Mordante updated this revision to Diff 418398.Mar 26 2022, 8:50 AM

Rebase and remove concepts guards.

ldionne accepted this revision.Apr 7 2022, 12:49 PM

LGTM with a comment I'd like to see addressed, but I don't think I need to see this again. IIUC, @vitaut 's concern about character-by-character output has been resolved since this was rebased. We are still buffering too much to @vitaut 's liking, but @Mordante 's telling me that he'll investigate that in the future, before we ship this.

Also, this should be rebased onto the __get_container() patch.

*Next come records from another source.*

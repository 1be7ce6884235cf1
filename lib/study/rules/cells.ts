import type { Mishap } from '@/lib/jar/rules/mishap'
import { hairlineText, type SeenLayers } from '@/lib/reading/rules/layers-words'
import { attributeOf, type Describing } from '@/lib/reading/schema/attributes'
import { isBeyondBand } from '@/lib/science/band'
import { mean } from '@/lib/science/mean'
import { separation } from '@/lib/science/separation'
import type { Band, SeriesFinding, Standing } from '@/lib/science/series'
import { shownValue, shownWithUnit } from './words'

export type Posture = 'upright' | 'leaning' | 'lying'
export type CellState = 'read' | 'due' | 'planned' | 'missed' | 'resting' | 'broken' | 'lost'

type PullJar = {
  pullId: string
  studyStationId: string
  batchId: string
  timeWeeks: number
  label: string
  dueOn: string
  windowFrom: string
  windowTo: string
  asks: string
  state: string
  jarState: string
  code: string
  mishaps?: Mishap[]
}
type Reading = {
  id: string
  batchId: string
  studyStationId: string | null
  pullId: string | null
  attribute: string
  value: number | null
  readBy: string
  detail: SeenLayers & { topMm?: number; bottomMm?: number; isEstimate?: boolean }
}
type Series = {
  batchId: string
  studyStationId: string
  attribute: string
  standing: Standing
  finding: SeriesFinding
}

/** One place of the sheet: what was read of the jars of one pull, and what it means. */
export type Cell = {
  weeks: number
  pullId: string | null
  pullLabel: string
  dueOn: string
  state: CellState
  /** What stands under the jar: the separation, or what is wanted. */
  label: string
  posture: Posture
  topPercent: number | null
  bottomPercent: number | null
  separationPercent: number | null
  /** Seen and too thin for the ruler: drawn as a hairline, and written as one. */
  isTrace: boolean
  /** Bleed on the wall, 0 to 4, and a cream layer in percent: beside the separation, not in it. */
  bleed: number
  creamPercent: number
  mishaps: Mishap[]
  code: string | null
  readBy: string | null
  values: CellValue[]
}

export type CellValue = {
  attribute: string
  text: string
  /** Told from a photo, and no measurement. */
  isEstimate: boolean
  isOut: boolean
  band: Band
  lowerText: string | null
  upperText: string | null
  initial: number | null
  last: number | null
  now: number | null
}

const worse: Standing[] = ['untold', 'steady', 'leaning', 'out']

/** The cells of one batch at one station, in time order; the initial is the first. */
export function cellsOf(
  batchId: string,
  stationId: string,
  input: Omit<Own, 'batchId' | 'stationId'> & { pullJars: PullJar[]; series: Series[] },
): Cell[] {
  const own = { batchId, stationId, ...input }
  const series = input.series.filter((one) => one.batchId === batchId && one.studyStationId === stationId)
  const pulls = new Map<string, PullJar[]>()
  for (const jar of input.pullJars) {
    if (jar.batchId !== batchId || jar.studyStationId !== stationId) continue
    pulls.set(jar.pullId, [...(pulls.get(jar.pullId) ?? []), jar])
  }
  const cells: Cell[] = [initialCell(own, series)]
  for (const jars of pulls.values()) cells.push(pullCell(jars, own, series, cells.at(-1)!))
  return cells
}

type Own = {
  batchId: string
  stationId: string
  readings: Reading[]
  today: string
  fillHeightMm: number
  /** Where attributes of the protocol's own are described. */
  plan: Describing
}

function initialCell(own: Own, series: Series[]): Cell {
  const initials = own.readings.filter((r) => r.batchId === own.batchId && r.studyStationId === null)
  return {
    weeks: 0,
    pullId: null,
    pullLabel: 'initial',
    dueOn: '',
    state: 'read',
    label: shownValue(attributeOf('separation'), 0),
    posture: 'upright',
    topPercent: 0,
    bottomPercent: 0,
    separationPercent: 0,
    ...nothingBeside,
    mishaps: [],
    code: null,
    readBy: initials[0]?.readBy ?? null,
    values: series.map(({ attribute, finding }) => ({
      ...valueOf(attribute, own.plan, finding, finding.initial),
      isEstimate: isEstimated(initials, attribute),
      initial: finding.initial,
      last: null,
    })),
  }
}

function pullCell(jars: PullJar[], own: Own, series: Series[], before: Cell): Cell {
  const [first] = jars as [PullJar]
  const readings = own.readings.filter(
    (reading) => reading.pullId === first.pullId && reading.batchId === own.batchId,
  )
  const state = stateOf(jars, readings, own.today)
  const watched = layersOf(readings, own.fillHeightMm)
  const values = series.map(({ attribute, finding }) => {
    const now = shownOf(readings, attribute)
    const text = attribute === 'separation' && watched ? watched.text : null
    const last = before.values.find((value) => value.attribute === attribute)
    return {
      ...valueOf(attribute, own.plan, finding, now),
      ...(text === null ? {} : { text }),
      isEstimate: isEstimated(readings, attribute),
      initial: finding.initial,
      last: last?.now ?? last?.last ?? null,
    }
  })
  return {
    weeks: first.timeWeeks,
    pullId: first.pullId,
    pullLabel: first.label,
    dueOn: first.dueOn,
    state,
    label: labelOf(state, watched, first, own.today),
    posture: postureOf(series, new Set(readings.map((reading) => reading.id))),
    topPercent: watched?.topPercent ?? null,
    bottomPercent: watched?.bottomPercent ?? null,
    separationPercent: watched?.separationPercent ?? null,
    ...(watched?.beside ?? nothingBeside),
    mishaps: jars.flatMap((jar) => jar.mishaps ?? []),
    code: first.code,
    readBy: readings.at(-1)?.readBy ?? null,
    values,
  }
}

function stateOf(jars: PullJar[], readings: Reading[], today: string): CellState {
  if (readings.length > 0 || jars.some((jar) => jar.state === 'done')) return 'read'
  if (jars.some((jar) => jar.state === 'resting')) return 'resting'
  if (jars.every((jar) => jar.state === 'missed')) {
    if (!jars.every((jar) => jar.jarState === 'lost')) return 'missed'
    const isLost = jars.some((jar) => jar.mishaps?.at(-1)?.kind === 'lost')
    return isLost ? 'lost' : 'broken'
  }
  return jars[0]!.windowFrom <= today ? 'due' : 'planned'
}

function labelOf(state: CellState, seen: Seen | null, pull: PullJar, today: string): string {
  if (state === 'read') {
    if (seen === null) return ''
    return seen.beside.isTrace ? 'trace' : shownValue(attributeOf('separation'), seen.separationPercent)
  }
  if (state === 'due') return pull.windowTo < today ? 'late' : 'due'
  return state === 'planned' ? '' : state
}

const nothingBeside = { isTrace: false, bleed: 0, creamPercent: 0 }

type Seen = {
  topPercent: number
  bottomPercent: number
  separationPercent: number
  /** In place of the number, where it is none. */
  text: string | null
  beside: typeof nothingBeside
}

/** Several jars of one pull: the worst counts, and its layers are the ones drawn. */
function layersOf(readings: Reading[], fillHeightMm: number): Seen | null {
  const layers = readings
    .filter((reading) => reading.attribute === 'separation' && reading.value !== null)
    .map(({ value, detail }) => {
      const { topMm = 0, bottomMm, totalMm = fillHeightMm } = detail
      const { topPercent, bottomPercent } = separation({ totalMm, topMm, bottomMm: bottomMm ?? 0 })
      return {
        topPercent,
        // What was only typed in percent lies below, as water does in most that come apart.
        bottomPercent: bottomMm === undefined ? Math.max(0, value! - topPercent) : bottomPercent,
        separationPercent: value!,
        text: hairlineText(detail),
        beside: {
          isTrace: detail.isUnderRuler ?? false,
          bleed: detail.bleed ?? 0,
          creamPercent: detail.creamPercent ?? 0,
        },
      }
    })
  return layers.toSorted((a, b) => b.separationPercent - a.separationPercent)[0] ?? null
}

/** The worst of what the series were judged at on this pull. */
function postureOf(series: Series[], readingIds: Set<string>): Posture {
  const standings = series.flatMap(({ finding }) =>
    finding.points
      .filter((point) => point.readingIds.some((id) => readingIds.has(id)))
      .map((point) => point.standing),
  )
  const worst = worstOf(standings)
  return worst === 'out' ? 'lying' : worst === 'leaning' ? 'leaning' : 'upright'
}

/** Untold only where nothing else is told. */
export function worstOf(standings: Standing[]): Standing {
  return standings.reduce<Standing>(
    (worst, one) => (worse.indexOf(one) > worse.indexOf(worst) ? one : worst),
    'untold',
  )
}

function valueOf(key: string, plan: Describing, finding: SeriesFinding, now: number | null) {
  const attribute = attributeOf(key, plan)
  const edge = (value: number | null) => (value === null ? null : shownValue(attribute, value))
  return {
    attribute: key,
    text: now === null ? 'not read' : shownWithUnit(attribute, now),
    lowerText: edge(finding.band.lower),
    upperText: edge(finding.band.upper),
    isOut: now !== null && isBeyondBand(finding.band, now),
    band: finding.band,
    now,
  }
}

function isEstimated(readings: Reading[], attribute: string): boolean {
  return readings.some((reading) => reading.attribute === attribute && reading.detail.isEstimate === true)
}

function shownOf(readings: Reading[], attribute: string): number | null {
  const values = readings
    .filter((reading) => reading.attribute === attribute && reading.value !== null)
    .map((reading) => reading.value!)
  if (values.length === 0) return null
  if (attribute === 'separation') return Math.max(...values)
  return mean(values)
}
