import * as z from '@/lib/http/zod'

export const inciName = z
  .string()
  .trim()
  .min(1, 'Give the INCI name.')
  .max(200, 'An INCI name has at most 200 signs here.')

export const density = z
  .number('Give the density as a number in g/mL, such as 0.945.')
  .positive('A density is above 0 g/mL.')
  .max(25, 'Nothing in a cream is denser than 25 g/mL; perhaps the point slipped.')

/** Money is whole cents, so that sums are exact. */
export const priceCentsPerKg = z
  .number('Give the price per kg as a number, such as 18.50.')
  .int('A price has at most two decimals.')
  .min(0, 'A price is not below 0.')
  .max(100_000_000, 'That price per kg is too high to be right.')
  .nullable()

/** What stands where nobody has said where a figure is from. */
export const fromMemory = 'from memory'

const text = (max: number, what: string) => z.string().trim().max(max, `${what} has at most ${max} signs.`)
const source = text(200, 'A source').transform((typed) => typed || fromMemory)

const share = z
  .number('Give the share as a number in % w/w, such as 0.5.')
  .int('A share has at most three decimals.')
  .min(0, 'A share is not below 0 %.')
  .max(100_000, 'A share is at most 100 %.')
  .nullable()

const value = z
  .number('Give it as a number in mg KOH per g, such as 780.')
  .min(0, 'It is not below 0 mg KOH per g.')
  .max(5_000, 'Nothing takes up more than 5 000 mg KOH per g; perhaps the point slipped.')
  .nullable()

const ph = z
  .number('Give the pH as a number, such as 5.5.')
  .min(0, 'A pH is not below 0 here.')
  .max(14, 'A pH is at most 14 here.')
  .nullable()

const synonym = text(200, 'A synonym').min(1, 'A synonym is not empty.')

const fields = {
  inciName,
  function: text(100, 'A function'),
  density,
  densitySource: source,
  isOilPhase: z.boolean(),
  priceCentsPerKg,
  caution: text(500, 'A caution'),
  synonyms: z.array(synonym).max(30, 'At most 30 synonyms are kept.'),
  supplierName: text(200, 'A supplier’s name'),
  percentLowThousandths: share,
  percentHighThousandths: share,
  rangeSource: source,
  acidValue: value,
  baseValue: value,
  phLow: ph,
  phHigh: ph,
  meltsAboveC: z
    .number('Give the temperature as a number in °C, such as 60.')
    .min(-50, 'It is not below −50 °C.')
    .max(300, 'It is at most 300 °C.')
    .nullable(),
  holdsInternalPercent: z
    .number('Give it as a number in % v/v, such as 85.')
    .positive('It is above 0 %.')
    .max(100, 'It is at most 100 %.')
    .nullable(),
  figuresSource: source,
  note: text(2000, 'A note'),
}

/** A range is typed from low to high. */
function inOrder(
  given: {
    percentLowThousandths: number | null
    percentHighThousandths: number | null
    phLow: number | null
    phHigh: number | null
  },
  context: z.RefinementCtx,
) {
  const refuse = (path: string, message: string) =>
    context.addIssue({ code: 'custom', path: [path], message })
  const { percentLowThousandths: low, percentHighThousandths: high, phLow, phHigh } = given
  if (low !== null && high !== null && low > high)
    refuse('percentHighThousandths', 'The highest share is below the lowest. Turn them round.')
  if (phLow !== null && phHigh !== null && phLow > phHigh)
    refuse('phHigh', 'The highest pH is below the lowest. Turn them round.')
}

/** A new one; what is not said is left empty, so that it can be added from a formula's line. */
export const ingredientInput = z
  .object({
    id: z.uuid(),
    inciName: fields.inciName,
    density: fields.density,
    function: fields.function.default(''),
    densitySource: fields.densitySource.default(fromMemory),
    isOilPhase: fields.isOilPhase.default(false),
    priceCentsPerKg: fields.priceCentsPerKg.default(null),
    caution: fields.caution.default(''),
    synonyms: fields.synonyms.default([]),
    supplierName: fields.supplierName.default(''),
    percentLowThousandths: share.default(null),
    percentHighThousandths: share.default(null),
    rangeSource: fields.rangeSource.default(fromMemory),
    acidValue: value.default(null),
    baseValue: value.default(null),
    phLow: ph.default(null),
    phHigh: ph.default(null),
    meltsAboveC: fields.meltsAboveC.default(null),
    holdsInternalPercent: fields.holdsInternalPercent.default(null),
    figuresSource: fields.figuresSource.default(fromMemory),
    note: fields.note.default(''),
  })
  .superRefine(inOrder)
export type IngredientInput = z.output<typeof ingredientInput>

/** A change says everything, so that nothing is emptied by what was left out. */
export const changedIngredient = z
  .object({ ...fields, version: z.number().int().min(1) })
  .superRefine(inOrder)
export type ChangedIngredient = z.output<typeof changedIngredient>

export const ingredientAddress = z.object({ id: z.uuid() })
export const ingredientSearch = z.object({ q: z.string().max(200).default('') })

/** Names of a pasted block, looked up together. */
export const ingredientNames = z.object({
  name: z
    .union([z.string(), z.array(z.string())])
    .transform((names) => (Array.isArray(names) ? names : [names]))
    .refine((names) => names.length <= 60, 'At most 60 names are looked up at once.'),
})

/** What the questions to a formula need of the ingredients that its lines name. */
export const ingredientIds = z.object({
  id: z
    .union([z.uuid(), z.array(z.uuid())])
    .transform((ids) => (Array.isArray(ids) ? ids : [ids]))
    .refine((ids) => ids.length <= 200, 'At most 200 ingredients are looked up at once.'),
})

libcxx/include/__format/buffer.h
162–169

Yeah, I think it would be better to have a less intrusive mechanism. We can specialize it for various containers in this header instead of having to touch vector & friends directly.

This revision is now accepted and ready to land.Apr 7 2022, 12:49 PM
Mordante added inline comments.Apr 8 2022, 9:29 AM
libcxx/include/__format/buffer.h
162–169

In that case format pulls in several unrelated headers. In the original approach these container headers pull in one small header. So I think that's the better solution.

Mordante updated this revision to Diff 421569.Apr 8 2022, 10:11 AM
  • Rebased
  • Updated to recent upstream cheanges
  • Address review comments
Mordante updated this revision to Diff 421573.Apr 8 2022, 10:13 AM

Forgot to format last patch.

Mordante marked 2 inline comments as done.Apr 8 2022, 10:13 AM
Mordante updated this revision to Diff 421588.Apr 8 2022, 10:52 AM

Fix a typo in the module map.

This revision was automatically updated to reflect the committed changes.